== Segment start ==

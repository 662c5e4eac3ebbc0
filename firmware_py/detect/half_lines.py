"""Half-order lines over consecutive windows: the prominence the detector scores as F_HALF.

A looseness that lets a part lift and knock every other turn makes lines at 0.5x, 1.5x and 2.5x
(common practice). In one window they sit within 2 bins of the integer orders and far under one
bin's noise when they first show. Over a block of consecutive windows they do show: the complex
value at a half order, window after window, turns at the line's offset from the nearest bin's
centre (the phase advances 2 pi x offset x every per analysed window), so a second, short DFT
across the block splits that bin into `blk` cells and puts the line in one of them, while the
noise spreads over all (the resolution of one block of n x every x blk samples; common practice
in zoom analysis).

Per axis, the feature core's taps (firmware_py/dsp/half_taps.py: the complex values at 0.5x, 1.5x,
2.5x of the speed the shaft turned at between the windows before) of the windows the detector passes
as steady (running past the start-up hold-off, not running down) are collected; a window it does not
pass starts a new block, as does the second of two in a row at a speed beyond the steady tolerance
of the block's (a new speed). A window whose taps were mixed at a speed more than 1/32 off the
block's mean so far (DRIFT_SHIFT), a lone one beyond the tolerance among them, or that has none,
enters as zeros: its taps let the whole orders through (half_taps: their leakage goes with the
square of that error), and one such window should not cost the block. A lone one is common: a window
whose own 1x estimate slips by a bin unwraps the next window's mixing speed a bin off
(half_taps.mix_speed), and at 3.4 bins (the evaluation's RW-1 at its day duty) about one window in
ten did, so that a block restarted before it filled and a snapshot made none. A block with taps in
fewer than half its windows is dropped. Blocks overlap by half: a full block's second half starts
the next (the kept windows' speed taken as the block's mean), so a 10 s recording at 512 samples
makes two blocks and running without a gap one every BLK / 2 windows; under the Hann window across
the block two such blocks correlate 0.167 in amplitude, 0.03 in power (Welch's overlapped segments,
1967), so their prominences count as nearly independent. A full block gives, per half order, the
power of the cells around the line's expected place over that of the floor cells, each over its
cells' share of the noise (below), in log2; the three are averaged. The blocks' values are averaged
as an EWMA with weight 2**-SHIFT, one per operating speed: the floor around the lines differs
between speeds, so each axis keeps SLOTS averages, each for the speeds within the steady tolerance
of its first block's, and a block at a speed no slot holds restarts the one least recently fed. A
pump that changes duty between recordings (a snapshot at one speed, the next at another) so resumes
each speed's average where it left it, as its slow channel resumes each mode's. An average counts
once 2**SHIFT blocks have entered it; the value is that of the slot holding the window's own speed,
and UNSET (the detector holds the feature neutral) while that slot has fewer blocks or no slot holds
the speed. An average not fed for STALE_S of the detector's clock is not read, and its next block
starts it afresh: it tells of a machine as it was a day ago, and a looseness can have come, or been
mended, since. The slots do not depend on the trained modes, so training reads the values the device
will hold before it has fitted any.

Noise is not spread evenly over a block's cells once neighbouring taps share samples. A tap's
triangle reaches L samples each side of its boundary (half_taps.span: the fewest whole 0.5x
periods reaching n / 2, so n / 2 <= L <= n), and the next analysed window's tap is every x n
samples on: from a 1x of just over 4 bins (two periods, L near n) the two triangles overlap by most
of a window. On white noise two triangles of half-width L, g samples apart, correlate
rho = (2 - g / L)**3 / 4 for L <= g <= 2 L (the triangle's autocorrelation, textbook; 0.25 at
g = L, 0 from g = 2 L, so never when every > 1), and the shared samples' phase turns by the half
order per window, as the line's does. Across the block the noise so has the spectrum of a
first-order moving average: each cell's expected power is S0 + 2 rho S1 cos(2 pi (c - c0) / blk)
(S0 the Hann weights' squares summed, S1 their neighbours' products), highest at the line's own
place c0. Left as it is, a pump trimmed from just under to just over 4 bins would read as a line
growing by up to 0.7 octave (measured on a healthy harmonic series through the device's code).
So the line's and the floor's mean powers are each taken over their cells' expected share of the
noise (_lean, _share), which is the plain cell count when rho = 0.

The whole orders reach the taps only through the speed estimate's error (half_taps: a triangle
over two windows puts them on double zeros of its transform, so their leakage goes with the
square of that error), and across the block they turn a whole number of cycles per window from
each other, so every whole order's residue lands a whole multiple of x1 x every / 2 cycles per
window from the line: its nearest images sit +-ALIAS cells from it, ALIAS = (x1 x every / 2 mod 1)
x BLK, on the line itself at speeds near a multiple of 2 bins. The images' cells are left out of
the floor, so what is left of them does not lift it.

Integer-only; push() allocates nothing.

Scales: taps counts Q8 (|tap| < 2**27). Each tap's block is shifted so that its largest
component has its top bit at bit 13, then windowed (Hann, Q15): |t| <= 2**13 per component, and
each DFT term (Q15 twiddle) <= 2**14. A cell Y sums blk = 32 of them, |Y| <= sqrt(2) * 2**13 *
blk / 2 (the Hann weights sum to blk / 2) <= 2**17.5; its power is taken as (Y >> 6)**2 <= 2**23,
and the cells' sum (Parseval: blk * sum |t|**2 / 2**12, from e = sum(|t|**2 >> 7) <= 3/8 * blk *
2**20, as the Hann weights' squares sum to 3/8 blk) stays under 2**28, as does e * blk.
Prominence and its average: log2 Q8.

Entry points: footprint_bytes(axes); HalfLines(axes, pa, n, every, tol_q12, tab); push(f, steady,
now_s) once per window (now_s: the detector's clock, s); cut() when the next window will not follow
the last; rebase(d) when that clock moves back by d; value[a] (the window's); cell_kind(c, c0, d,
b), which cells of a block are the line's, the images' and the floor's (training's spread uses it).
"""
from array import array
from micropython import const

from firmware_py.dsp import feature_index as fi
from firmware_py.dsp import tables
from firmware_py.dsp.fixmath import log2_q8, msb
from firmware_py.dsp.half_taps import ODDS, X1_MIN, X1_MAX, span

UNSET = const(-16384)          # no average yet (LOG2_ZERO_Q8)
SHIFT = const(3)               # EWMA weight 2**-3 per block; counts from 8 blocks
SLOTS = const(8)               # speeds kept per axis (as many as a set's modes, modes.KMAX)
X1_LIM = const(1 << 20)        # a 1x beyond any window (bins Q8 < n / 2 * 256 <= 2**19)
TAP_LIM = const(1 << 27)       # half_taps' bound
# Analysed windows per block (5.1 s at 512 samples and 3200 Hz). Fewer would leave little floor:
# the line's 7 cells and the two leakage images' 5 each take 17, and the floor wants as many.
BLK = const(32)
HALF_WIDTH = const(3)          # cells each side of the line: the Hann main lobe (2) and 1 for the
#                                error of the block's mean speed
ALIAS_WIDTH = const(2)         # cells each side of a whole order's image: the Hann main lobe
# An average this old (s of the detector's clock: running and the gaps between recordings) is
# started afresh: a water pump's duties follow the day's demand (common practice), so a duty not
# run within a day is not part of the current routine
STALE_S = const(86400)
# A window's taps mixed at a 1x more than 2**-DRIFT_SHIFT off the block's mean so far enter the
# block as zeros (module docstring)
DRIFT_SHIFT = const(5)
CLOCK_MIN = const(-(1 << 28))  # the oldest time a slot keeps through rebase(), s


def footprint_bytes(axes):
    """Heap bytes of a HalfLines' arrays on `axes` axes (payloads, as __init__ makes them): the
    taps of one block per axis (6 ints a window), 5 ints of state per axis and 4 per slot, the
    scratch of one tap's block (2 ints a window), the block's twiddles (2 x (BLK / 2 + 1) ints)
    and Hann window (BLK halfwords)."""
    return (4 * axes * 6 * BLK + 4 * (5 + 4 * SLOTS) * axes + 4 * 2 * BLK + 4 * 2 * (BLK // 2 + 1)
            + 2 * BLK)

== Segment end ==
== Segment start ==

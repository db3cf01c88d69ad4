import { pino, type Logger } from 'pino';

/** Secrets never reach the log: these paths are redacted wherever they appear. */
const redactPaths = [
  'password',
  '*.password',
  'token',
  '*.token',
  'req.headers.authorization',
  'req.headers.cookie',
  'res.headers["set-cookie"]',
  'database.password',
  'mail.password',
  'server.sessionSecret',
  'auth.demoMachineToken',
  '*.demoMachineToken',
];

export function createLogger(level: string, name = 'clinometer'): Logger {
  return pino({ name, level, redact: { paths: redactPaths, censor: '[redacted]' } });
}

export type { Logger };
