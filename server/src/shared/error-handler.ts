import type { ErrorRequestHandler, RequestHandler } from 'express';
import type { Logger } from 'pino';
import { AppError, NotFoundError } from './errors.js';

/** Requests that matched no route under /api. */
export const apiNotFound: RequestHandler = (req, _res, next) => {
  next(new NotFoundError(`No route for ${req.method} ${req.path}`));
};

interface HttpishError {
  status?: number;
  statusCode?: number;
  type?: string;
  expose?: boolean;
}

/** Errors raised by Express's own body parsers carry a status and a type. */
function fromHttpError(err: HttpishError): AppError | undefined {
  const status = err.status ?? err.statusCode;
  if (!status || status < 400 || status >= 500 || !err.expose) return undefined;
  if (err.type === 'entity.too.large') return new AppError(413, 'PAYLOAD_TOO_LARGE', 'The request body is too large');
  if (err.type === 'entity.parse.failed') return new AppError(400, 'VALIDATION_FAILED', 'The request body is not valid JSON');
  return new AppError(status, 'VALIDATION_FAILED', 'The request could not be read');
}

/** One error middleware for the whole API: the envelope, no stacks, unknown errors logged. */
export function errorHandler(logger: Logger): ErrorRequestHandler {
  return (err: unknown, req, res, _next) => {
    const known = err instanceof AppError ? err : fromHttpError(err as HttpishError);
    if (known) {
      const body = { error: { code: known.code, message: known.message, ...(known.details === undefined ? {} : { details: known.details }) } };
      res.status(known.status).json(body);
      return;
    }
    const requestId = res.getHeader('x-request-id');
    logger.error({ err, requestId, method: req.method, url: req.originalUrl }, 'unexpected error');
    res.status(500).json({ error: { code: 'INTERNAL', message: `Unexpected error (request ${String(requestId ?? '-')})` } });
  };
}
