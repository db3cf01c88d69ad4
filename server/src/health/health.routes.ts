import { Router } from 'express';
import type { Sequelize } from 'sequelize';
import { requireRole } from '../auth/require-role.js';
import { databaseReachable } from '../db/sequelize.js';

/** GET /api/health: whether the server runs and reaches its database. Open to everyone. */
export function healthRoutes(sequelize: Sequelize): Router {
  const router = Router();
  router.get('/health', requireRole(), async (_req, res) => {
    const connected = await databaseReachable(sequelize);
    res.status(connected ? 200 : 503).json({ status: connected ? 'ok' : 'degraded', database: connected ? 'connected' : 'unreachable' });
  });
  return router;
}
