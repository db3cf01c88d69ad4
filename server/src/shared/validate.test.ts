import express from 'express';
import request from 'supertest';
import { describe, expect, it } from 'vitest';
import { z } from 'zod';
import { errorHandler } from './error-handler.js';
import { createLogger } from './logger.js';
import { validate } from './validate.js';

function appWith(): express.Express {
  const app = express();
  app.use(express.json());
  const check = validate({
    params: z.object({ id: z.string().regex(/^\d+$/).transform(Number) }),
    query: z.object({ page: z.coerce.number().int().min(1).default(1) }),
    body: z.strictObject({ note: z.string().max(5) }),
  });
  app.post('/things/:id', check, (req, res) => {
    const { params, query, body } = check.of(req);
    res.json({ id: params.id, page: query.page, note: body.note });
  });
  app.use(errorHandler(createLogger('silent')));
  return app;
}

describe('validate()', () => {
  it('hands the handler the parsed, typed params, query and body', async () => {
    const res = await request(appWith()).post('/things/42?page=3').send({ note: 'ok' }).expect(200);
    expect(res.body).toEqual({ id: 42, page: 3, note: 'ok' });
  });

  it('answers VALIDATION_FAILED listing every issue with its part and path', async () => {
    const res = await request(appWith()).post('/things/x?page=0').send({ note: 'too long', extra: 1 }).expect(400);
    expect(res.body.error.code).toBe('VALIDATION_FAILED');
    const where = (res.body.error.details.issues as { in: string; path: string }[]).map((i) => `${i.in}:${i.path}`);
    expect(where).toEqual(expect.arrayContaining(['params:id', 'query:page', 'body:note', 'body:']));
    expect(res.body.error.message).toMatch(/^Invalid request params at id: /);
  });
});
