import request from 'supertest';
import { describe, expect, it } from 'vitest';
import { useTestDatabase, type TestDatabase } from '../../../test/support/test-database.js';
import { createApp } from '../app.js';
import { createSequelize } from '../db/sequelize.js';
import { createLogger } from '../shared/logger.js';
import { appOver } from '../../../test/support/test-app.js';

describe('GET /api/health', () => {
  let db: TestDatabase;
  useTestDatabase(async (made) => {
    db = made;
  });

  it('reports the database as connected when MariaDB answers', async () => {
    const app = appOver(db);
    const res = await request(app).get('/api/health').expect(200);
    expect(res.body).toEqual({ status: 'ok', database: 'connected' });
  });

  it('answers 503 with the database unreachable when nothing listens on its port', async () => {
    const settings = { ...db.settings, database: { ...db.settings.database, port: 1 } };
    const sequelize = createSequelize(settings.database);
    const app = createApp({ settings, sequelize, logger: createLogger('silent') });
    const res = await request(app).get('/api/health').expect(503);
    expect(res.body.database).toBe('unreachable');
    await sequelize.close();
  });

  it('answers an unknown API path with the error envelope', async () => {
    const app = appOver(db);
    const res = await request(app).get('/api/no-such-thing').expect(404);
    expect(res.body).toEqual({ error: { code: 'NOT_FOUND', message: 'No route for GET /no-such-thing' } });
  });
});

== Segment end ==

• The task: Select all lines with the word "recordings" from the entries above.

• Output:
pump that changes duty between recordings (a snapshot at one speed, the next at another) so resumes
# An average this old (s of the detector's clock: running and the gaps between recordings) is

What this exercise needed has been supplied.